En una entrevista para la Fundación Norte y Sur con el economista Orlando Ferreres, el exfuncionario repasó cómo llegó a elaborar su plan de convertibilidad y consideró que no debe entenderse solo como un tipo de cambio fijo.

“Fue un sistema monetario que combinó dos cosas fundamentales. Una, la legalización y autorización para que el dólar funcione como una moneda. Y la otra parte fue crear una moneda convertible, que pudiera servir como moneda local pero con total libertad para pasarse a dólar", planteó.

En esa línea, Cavallo describió que la medida que impulsó en los noventa no buscaba ser una transición, sino un marco normativo definitivo basado en la disciplina fiscal, la apertura comercial y las privatizaciones masivas.

De todas formas, enfatizó que el “uno a uno” era una “paridad transitoria”. “La idea era poder ir a una flotación, o sea, a una convertibilidad flotante”, remarcó.

El error de la convertibilidad que no debe cometer Milei, según Cavallo

Al analizar los momentos críticos de su gestión, Cavallo identificó un error estratégico que sirve como espejo para el presente.
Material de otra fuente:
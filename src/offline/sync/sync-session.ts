/** Sends what waits and fetches what is new, call after call, until both sides agree. */
import {
  MAX_PUSHED_ENTRIES,
  type SyncRequest,
  type SyncResponse,
} from "../../../shared/schemas/sync.ts";
import { ApiError, NoNetworkError } from "../errors.ts";
import type { Phone } from "../logbook/phone.ts";
import { applyAnswer } from "./apply-answer.ts";
import { prepareRound, type Round } from "./prepare-round.ts";

/** Far more than any logbook needs: a server that never says "enough" is not heard for ever. */
const MAX_ROUNDS = 500;

export interface SyncSession {
  phone: Phone;
  send(request: SyncRequest): Promise<SyncResponse>;
  /** False once another account has signed in: an answer for this one then changes nothing. */
  isCurrent(): boolean;
  /** Called after each answer that was applied. */
  onApplied(): void;
}

/** An answer counts only if it names each entry of the round once, in its place. */
function answersRound({ entries }: Round, { results }: SyncResponse): boolean {
  const ids = new Map(results.map(({ index, id }) => [index, id]));
  return (
    results.length === entries.length && entries.every(({ id }, index) => ids.get(index) === id)
  );
}

const isTooLarge = (error: unknown) =>
  (error instanceof ApiError || error instanceof NoNetworkError) && error.status === 413;

/** The answer; null where the round was too large to be taken. */
async function exchange(session: SyncSession, round: Round): Promise<SyncResponse | null> {
  try {
    const answer = await session.send(round);
    if (!answersRound(round, answer)) throw new NoNetworkError();
    return answer;
  } catch (error) {
    if (round.entries.length > 0 && isTooLarge(error)) return null;
    throw error;
  }
}

/** Throws what went wrong on the way; all that was applied until then stays. */
export async function runSyncSession(session: SyncSession): Promise<void> {
  const answered = new Set<string>();
  let limit = MAX_PUSHED_ENTRIES;
  let asked = false;
  for (let rounds = 0; rounds < MAX_ROUNDS; rounds += 1) {
    const round = await prepareRound(session.phone, limit, answered);
    if (asked && round.entries.length === 0) return;
    const answer = await exchange(session, round);
    if (!session.isCurrent()) return;
    if (answer === null) {
      limit = Math.ceil(round.entries.length / 2);
      // One entry too large by itself must not keep the others back.
      if (round.entries.length === 1) answered.add(round.entries[0]!.id);
      continue;
    }
    const counts = await applyAnswer(session.phone, round, answer);
    session.onApplied();
    // What a restored server refused for want of a bike's registration may go once that is there.
    if (counts) for (const { id } of round.entries) answered.add(id);
    else answered.clear();
    asked = counts && !answer.more;
  }
}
Según el exministro, en el año 2001 se debería haber avanzado mucho antes con una “reestructuración ordenada de la deuda”. Esta medida era el paso previo necesario para poder abandonar la paridad fija y pasar a una “convertibilidad flotante”.

Cavallo admitió que el lanzamiento de la reestructuración en septiembre de 2001 fue tardío. “Pensándolo con el diario del lunes, cuando lanzamos lo que se llamó el megacanje, que era una forma de tratar de evitar los vencimientos a corto plazo de la deuda, ahí tendríamos que haber lanzado ya lo que después fue la reestructuración ordenada”, detalló.

Respecto al gobierno de Milei, Cavallo destacó el acierto en el ajuste fiscal, pero señaló una luz de alerta: “No han hecho lo que yo denomino como una reforma monetaria, cambiaria y financiera. Y eso es lo que a mi criterio falta para que tenga éxito este plan”.

Otro punto central del análisis es el nivel del riesgo país. “Es fundamental que la economía funcione primero con un riesgo país que no sea mayor a 300 puntos básicos”. A su juicio, este nivel permitiría que la tasa de interés en pesos “no sea mayor al 7% u 8% anual”.

Finalmente, Cavallo concluyó que la estabilidad de las reglas de juego es el pilar fundamental para lograr un crecimiento económico sostenible en Argentina. “No solo hay que perfeccionar la política fiscal, sino también la monetaria, cambiaria y las conexiones con el exterior”, completó.